_Task to carry out_:
In the listing below, identify each line with the word "dropped" and return those lines.

_Data to examine_:

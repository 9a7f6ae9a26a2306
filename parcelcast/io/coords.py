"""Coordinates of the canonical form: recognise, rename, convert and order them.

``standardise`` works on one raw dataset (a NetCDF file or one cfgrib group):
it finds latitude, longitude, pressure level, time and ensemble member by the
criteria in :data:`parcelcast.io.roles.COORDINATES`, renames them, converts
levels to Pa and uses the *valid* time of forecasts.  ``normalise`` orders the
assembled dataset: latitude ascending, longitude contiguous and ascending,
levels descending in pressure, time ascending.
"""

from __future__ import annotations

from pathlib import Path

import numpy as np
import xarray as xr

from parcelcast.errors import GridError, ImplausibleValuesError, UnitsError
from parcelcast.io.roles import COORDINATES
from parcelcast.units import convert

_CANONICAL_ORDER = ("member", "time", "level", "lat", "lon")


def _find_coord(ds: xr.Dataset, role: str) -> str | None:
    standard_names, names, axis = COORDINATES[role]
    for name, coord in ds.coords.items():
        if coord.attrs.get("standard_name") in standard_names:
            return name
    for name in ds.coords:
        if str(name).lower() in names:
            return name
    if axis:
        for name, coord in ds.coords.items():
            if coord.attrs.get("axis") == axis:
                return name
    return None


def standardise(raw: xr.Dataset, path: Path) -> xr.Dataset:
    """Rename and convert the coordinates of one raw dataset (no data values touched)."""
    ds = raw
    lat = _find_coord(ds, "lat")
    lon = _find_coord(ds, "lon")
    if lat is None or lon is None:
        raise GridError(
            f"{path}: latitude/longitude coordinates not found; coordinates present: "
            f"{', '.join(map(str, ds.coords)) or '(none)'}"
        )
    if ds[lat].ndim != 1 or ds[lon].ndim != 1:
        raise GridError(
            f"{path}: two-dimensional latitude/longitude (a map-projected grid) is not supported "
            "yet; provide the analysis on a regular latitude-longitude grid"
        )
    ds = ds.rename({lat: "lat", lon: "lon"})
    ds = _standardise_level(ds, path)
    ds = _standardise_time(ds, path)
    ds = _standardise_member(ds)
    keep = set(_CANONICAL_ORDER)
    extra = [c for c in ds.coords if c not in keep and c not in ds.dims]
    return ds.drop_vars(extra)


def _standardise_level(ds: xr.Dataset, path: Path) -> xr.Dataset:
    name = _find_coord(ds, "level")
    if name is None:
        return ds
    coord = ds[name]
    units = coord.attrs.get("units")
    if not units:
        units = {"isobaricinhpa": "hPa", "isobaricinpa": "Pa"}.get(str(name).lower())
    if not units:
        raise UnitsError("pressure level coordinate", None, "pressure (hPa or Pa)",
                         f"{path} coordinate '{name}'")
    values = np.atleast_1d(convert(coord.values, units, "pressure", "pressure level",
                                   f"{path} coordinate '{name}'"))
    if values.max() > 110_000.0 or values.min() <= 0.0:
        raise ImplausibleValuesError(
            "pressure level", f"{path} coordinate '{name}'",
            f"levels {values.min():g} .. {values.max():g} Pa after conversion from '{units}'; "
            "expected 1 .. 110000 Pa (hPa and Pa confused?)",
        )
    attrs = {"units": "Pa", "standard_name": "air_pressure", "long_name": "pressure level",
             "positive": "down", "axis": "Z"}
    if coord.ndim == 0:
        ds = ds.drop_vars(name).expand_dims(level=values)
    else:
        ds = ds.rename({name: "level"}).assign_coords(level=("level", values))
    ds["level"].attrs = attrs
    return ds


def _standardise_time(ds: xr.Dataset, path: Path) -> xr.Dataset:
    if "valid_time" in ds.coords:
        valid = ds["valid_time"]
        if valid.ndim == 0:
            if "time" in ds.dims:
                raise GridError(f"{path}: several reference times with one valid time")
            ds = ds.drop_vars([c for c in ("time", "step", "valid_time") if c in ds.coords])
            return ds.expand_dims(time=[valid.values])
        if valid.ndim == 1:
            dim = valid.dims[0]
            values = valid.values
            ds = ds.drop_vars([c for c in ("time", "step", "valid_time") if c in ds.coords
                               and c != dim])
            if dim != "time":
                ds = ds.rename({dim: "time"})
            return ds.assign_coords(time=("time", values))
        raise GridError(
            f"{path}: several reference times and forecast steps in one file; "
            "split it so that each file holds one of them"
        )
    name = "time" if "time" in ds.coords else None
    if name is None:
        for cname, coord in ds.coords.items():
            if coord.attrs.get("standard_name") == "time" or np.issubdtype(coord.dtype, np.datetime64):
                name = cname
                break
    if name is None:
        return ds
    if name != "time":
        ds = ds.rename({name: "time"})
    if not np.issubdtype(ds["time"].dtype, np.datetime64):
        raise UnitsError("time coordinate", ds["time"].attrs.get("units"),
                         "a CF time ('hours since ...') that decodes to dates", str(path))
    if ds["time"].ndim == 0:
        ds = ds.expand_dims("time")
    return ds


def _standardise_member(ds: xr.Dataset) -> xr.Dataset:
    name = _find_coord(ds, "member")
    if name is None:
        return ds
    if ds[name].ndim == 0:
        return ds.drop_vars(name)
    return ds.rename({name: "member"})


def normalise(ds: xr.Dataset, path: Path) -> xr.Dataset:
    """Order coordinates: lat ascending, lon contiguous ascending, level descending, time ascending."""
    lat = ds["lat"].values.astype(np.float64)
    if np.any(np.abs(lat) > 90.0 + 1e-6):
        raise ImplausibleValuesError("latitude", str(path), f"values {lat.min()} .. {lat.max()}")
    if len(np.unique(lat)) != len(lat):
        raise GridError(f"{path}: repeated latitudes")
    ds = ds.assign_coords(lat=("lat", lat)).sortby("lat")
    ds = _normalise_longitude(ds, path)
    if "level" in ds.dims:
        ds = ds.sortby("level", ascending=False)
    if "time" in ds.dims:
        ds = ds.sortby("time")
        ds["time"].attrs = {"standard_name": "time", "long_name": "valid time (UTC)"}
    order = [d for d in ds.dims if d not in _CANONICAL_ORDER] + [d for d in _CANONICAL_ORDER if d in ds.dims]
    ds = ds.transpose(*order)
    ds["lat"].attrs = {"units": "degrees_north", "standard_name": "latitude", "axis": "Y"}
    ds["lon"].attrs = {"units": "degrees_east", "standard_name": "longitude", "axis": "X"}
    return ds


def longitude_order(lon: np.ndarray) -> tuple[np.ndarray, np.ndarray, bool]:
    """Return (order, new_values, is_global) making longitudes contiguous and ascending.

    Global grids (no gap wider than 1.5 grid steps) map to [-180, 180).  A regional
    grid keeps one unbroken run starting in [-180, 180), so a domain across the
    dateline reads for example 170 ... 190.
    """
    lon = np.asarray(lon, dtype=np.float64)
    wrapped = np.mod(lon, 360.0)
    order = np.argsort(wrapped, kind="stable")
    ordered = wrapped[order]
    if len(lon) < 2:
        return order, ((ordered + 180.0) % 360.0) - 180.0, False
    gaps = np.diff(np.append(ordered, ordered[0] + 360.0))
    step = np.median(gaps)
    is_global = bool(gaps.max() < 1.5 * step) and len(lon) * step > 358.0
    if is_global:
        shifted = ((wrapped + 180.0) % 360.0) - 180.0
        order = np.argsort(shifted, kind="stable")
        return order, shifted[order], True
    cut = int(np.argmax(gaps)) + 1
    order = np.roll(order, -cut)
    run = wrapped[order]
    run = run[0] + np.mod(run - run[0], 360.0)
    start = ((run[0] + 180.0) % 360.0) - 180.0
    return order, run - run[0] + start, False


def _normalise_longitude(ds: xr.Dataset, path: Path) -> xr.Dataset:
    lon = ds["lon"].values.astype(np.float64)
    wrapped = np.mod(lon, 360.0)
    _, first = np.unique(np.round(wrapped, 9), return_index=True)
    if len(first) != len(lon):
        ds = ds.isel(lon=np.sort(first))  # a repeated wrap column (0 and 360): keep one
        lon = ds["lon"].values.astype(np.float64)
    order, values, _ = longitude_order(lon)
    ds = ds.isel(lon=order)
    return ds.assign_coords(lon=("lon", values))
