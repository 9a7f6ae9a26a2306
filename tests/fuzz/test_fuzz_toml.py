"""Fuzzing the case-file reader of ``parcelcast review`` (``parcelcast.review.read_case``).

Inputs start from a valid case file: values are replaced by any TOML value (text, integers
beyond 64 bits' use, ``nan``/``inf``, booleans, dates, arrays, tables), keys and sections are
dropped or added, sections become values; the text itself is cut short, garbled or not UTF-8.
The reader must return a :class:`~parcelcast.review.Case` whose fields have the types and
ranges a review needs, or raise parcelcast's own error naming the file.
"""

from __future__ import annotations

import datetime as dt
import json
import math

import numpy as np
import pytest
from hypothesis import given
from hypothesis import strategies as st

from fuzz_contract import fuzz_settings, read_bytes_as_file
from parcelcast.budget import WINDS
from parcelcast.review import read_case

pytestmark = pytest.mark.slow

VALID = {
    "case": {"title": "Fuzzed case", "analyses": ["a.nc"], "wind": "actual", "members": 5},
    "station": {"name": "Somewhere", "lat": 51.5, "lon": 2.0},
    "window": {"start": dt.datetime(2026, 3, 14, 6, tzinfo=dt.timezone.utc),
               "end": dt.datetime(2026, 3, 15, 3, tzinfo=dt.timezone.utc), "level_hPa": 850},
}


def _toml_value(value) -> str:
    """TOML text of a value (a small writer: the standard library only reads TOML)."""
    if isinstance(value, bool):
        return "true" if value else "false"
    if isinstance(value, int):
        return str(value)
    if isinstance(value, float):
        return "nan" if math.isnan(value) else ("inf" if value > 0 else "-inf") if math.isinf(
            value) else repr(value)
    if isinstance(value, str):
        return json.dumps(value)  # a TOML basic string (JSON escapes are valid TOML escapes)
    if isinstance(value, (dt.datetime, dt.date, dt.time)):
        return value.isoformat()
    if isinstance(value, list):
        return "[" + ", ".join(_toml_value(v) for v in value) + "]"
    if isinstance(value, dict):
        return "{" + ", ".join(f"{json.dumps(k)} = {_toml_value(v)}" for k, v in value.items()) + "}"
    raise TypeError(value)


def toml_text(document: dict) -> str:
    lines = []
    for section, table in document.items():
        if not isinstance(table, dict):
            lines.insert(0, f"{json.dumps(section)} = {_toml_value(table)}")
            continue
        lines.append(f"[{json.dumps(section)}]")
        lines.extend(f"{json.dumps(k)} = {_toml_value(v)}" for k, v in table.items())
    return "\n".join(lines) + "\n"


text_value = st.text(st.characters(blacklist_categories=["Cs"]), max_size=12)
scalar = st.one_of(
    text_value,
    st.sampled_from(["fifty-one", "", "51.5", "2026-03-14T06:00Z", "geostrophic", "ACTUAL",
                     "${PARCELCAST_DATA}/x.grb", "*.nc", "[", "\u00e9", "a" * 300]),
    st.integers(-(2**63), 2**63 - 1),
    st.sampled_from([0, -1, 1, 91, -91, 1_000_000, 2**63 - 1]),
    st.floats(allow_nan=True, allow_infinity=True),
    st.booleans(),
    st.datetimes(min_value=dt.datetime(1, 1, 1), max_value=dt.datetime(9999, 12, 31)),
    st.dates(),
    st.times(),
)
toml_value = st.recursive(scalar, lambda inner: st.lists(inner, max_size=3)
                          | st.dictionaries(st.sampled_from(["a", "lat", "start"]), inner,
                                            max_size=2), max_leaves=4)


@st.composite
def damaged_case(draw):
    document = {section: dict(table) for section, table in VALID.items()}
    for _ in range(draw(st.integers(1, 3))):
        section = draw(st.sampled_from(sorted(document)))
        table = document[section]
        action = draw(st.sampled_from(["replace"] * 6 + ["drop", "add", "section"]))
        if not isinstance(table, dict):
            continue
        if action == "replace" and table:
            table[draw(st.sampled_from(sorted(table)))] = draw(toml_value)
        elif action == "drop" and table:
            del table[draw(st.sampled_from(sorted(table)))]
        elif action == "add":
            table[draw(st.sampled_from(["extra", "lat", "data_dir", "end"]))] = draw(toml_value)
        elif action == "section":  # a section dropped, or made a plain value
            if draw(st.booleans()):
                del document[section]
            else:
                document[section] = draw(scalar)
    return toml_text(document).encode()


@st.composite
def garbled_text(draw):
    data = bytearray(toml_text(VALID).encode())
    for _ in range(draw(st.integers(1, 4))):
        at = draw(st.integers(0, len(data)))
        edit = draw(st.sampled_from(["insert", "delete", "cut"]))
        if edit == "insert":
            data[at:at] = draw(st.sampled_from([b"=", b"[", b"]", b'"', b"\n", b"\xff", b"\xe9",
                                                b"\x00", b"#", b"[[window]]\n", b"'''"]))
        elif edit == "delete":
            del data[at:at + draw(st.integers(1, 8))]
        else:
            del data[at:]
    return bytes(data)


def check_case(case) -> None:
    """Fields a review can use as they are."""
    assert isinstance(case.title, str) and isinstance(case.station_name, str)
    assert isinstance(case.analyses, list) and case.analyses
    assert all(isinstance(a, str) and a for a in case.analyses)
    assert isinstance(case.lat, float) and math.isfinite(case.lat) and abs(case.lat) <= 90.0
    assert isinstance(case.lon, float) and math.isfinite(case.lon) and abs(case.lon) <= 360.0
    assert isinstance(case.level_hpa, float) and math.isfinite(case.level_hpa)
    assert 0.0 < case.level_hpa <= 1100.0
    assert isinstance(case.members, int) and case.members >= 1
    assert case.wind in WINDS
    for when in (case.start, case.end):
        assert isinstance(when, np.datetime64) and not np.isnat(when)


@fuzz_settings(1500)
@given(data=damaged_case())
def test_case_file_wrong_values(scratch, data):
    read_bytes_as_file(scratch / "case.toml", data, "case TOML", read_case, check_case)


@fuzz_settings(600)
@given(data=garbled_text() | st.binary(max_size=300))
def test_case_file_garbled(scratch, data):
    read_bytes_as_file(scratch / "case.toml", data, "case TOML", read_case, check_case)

_The completed task_:
dropped or added, sections become values; the text itself is cut short, garbled or not UTF-8.
        elif action == "section":  # a section dropped, or made a plain value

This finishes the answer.